"""What-if: a flow with one thing changed, as a new flow.

Every function returns a new frozen flow and leaves the old one as it was; the result is complete,
so it goes to the engine like any other.
"""

from collections.abc import Iterable, Mapping
from typing import TypeVar

from flowplan.model.base import AXES, Axis, PerAxis
from flowplan.model.flow import Flow
from flowplan.model.marksites import MarkSites
from flowplan.model.masks import Follows, Mask, Reading, References, SelfAligned, Tone, Tones
from flowplan.model.pairs import AnyPair
from flowplan.model.paths import PER_MARK, Keys, Quoted, reading_keys
from flowplan.model.terms import Size, SizeParts
from flowplan.model.tools import Tool
from flowplan.units import Quantity

Readings = tuple[Reading, ...]
_AnySize = TypeVar("_AnySize", bound=SizeParts | MarkSites)
_Holder = TypeVar("_Holder", Tool, Mask, SelfAligned)


def with_references(flow: Flow, choices: Mapping[tuple[str, Axis], Readings]) -> Flow:
    """Return the flow with other references.

    Parameters
    ----------
    flow : Flow
        A checked flow.
    choices : mapping of (mask id, axis) to readings
        What each named mask reads along that axis; all others stay.

    Returns
    -------
    Flow
        The changed flow.
    """

    def changed(mask: Mask) -> Mask:
        per_axis = {axis: choices.get((mask.id, axis), mask.aligns_to.on(axis)) for axis in AXES}
        references = References.model_construct(x=per_axis["x"], y=per_axis["y"])
        return mask if references == mask.aligns_to else mask.model_copy(update={"aligns_to": references})

    return flow.model_copy(update={"masks": tuple(changed(mask) for mask in flow.masks)})


def self_aligned(
    flow: Flow, layer: str, parent: str, axes: Iterable[Axis] = AXES, *, tone: Tone = "same"
) -> Flow:
    """Return the flow with a mask's layer made by a self-aligned step instead.

    Along axes not named the feature follows what the mask read first there, so that a step can be
    self-aligned in one direction only. Each edge keeps its own variation; half of a CD, since that is
    what moves one edge.

    Parameters
    ----------
    flow : Flow
        A checked flow.
    layer : str
        The mask that is dropped; a feature of the same id takes its place.
    parent : str
        The layer whose pattern it follows.
    axes : iterable of {'x', 'y'}
        Where it follows `parent`.
    tone : {'same', 'opposite'}
        Whether it grows with the parent, or where the parent shrinks.

    Returns
    -------
    Flow
        The changed flow; pairs keep pointing at the id.

    Raises
    ------
    KeyError
        When there is no such mask.
    """
    mask = next((m for m in flow.masks if m.id == layer), None)
    if mask is None:
        raise KeyError(layer)
    chosen = set(axes)
    follows = {a: parent if a in chosen else mask.aligns_to.on(a)[0].mask for a in AXES}
    feature = SelfAligned(
        id=mask.id,
        title=mask.title,
        notes=mask.notes,
        owner=mask.owner,
        why=mask.why,
        follows=Follows(**follows),
        tone=Tones(x=tone, y=tone),
        edge=mask.edge if mask.cd is None else _halved(mask.cd),
    )
    return flow.model_copy(
        update={
            "masks": tuple(m for m in flow.masks if m.id != layer),
            "self_aligned": (*flow.self_aligned, feature),
        }
    )


def _halved(size: Size) -> Size:
    parts = {
        kind: PerAxis(**{a: Quantity(given.on(a).value / 2, given.on(a).unit) for a in AXES})
        for kind, given in size.parts()
    }
    return Size(**parts)


def with_drawn(flow: Flow, name: str, axis: Axis, drawn_nm: float) -> Flow:
    """Return the flow with another drawn dimension, or limit, of one pair on one axis.

    Parameters
    ----------
    flow : Flow
        A checked flow.
    name : str
        The pair's name.
    axis : {'x', 'y'}
        The axis.
    drawn_nm : float
        The new value [nm].
    """

    def changed(pair: AnyPair) -> AnyPair:
        if pair.name != name:
            return pair
        key = "limit" if pair.rule == "overlay" else "drawn"
        old = getattr(pair, key)
        values = {a: getattr(old, a) for a in AXES} | {axis: Quantity(drawn_nm, "nm")}
        return pair.model_copy(update={key: PerAxis(**values)})

    return flow.model_copy(update={"pairs": tuple(changed(pair) for pair in flow.pairs)})


def with_size(flow: Flow, quoted: Quoted, size: Quantity) -> Flow:
    """Return the flow with another size at one place.

    Parameters
    ----------
    flow : Flow
        A checked flow.
    quoted : Quoted
        The place, one of `quoted_sizes(flow)`; a number that serves both axes changes on both.
    size : Quantity
        The new size.

    Returns
    -------
    Flow
        The changed flow.

    Raises
    ------
    ValueError
        When the size is negative or measures something else than the old one.
    """
    if not size.value >= 0 or size.dimension != quoted.size.dimension:
        msg = f"{size} cannot be the size of {quoted.path}"
        raise ValueError(msg)
    group, owner = quoted.keys[:2]
    if group == "tools":
        return flow.model_copy(
            update={"tools": flow.tools | {owner: _in_holder(flow.tools[owner], quoted, size)}}
        )
    if group == "masks":
        masks = tuple(_in_mask(m, quoted, size) if m.id == owner else m for m in flow.masks)
        return flow.model_copy(update={"masks": masks})
    features = tuple(_in_holder(f, quoted, size) if f.id == owner else f for f in flow.self_aligned)
    return flow.model_copy(update={"self_aligned": features})


def _in_holder(holder: _Holder, quoted: Quoted, size: Quantity) -> _Holder:
    name = quoted.keys[2]
    old = getattr(holder, name)
    if name == "terms":
        term = quoted.keys[3]
        new = old | {term: _resized(old[term], quoted, size)}
    else:
        new = _resized(old, quoted, size)
    return holder.model_copy(update={name: new})


def _in_mask(mask: Mask, quoted: Quoted, size: Quantity) -> Mask:
    if quoted.keys[2] != "aligns_to":
        return _in_holder(mask, quoted, size)
    per_axis = {
        axis: tuple(_in_reading(mask, reading, axis, quoted, size) for reading in mask.aligns_to.on(axis))
        for axis in AXES
    }
    return mask.model_copy(update={"aligns_to": References.model_construct(x=per_axis["x"], y=per_axis["y"])})


def _in_reading(mask: Mask, reading: Reading, axis: Axis, quoted: Quoted, size: Quantity) -> Reading:
    keys: Keys = reading_keys(mask, reading, axis)
    if keys != quoted.keys[: len(keys)] or reading.alignment is None:
        return reading
    return reading.model_copy(update={"alignment": _resized(reading.alignment, quoted, size)})


def _resized(old: _AnySize, quoted: Quoted, size: Quantity) -> _AnySize:
    if isinstance(old, MarkSites):
        return old.model_copy(update={PER_MARK: _resized(old.per_mark, quoted, size)})
    before: PerAxis = getattr(old, quoted.kind)
    after = {axis: size if axis in quoted.axes else before.on(axis) for axis in AXES}
    return old.model_copy(update={quoted.kind: PerAxis.model_construct(x=after["x"], y=after["y"])})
■ ■ ■ ■
• _Task brief_:
What lines of the material above contain "step"? Return each of them.

• _Task answer_:
    """Return the flow with a mask's layer made by a self-aligned step instead.
    Along axes not named the feature follows what the mask read first there, so that a step can be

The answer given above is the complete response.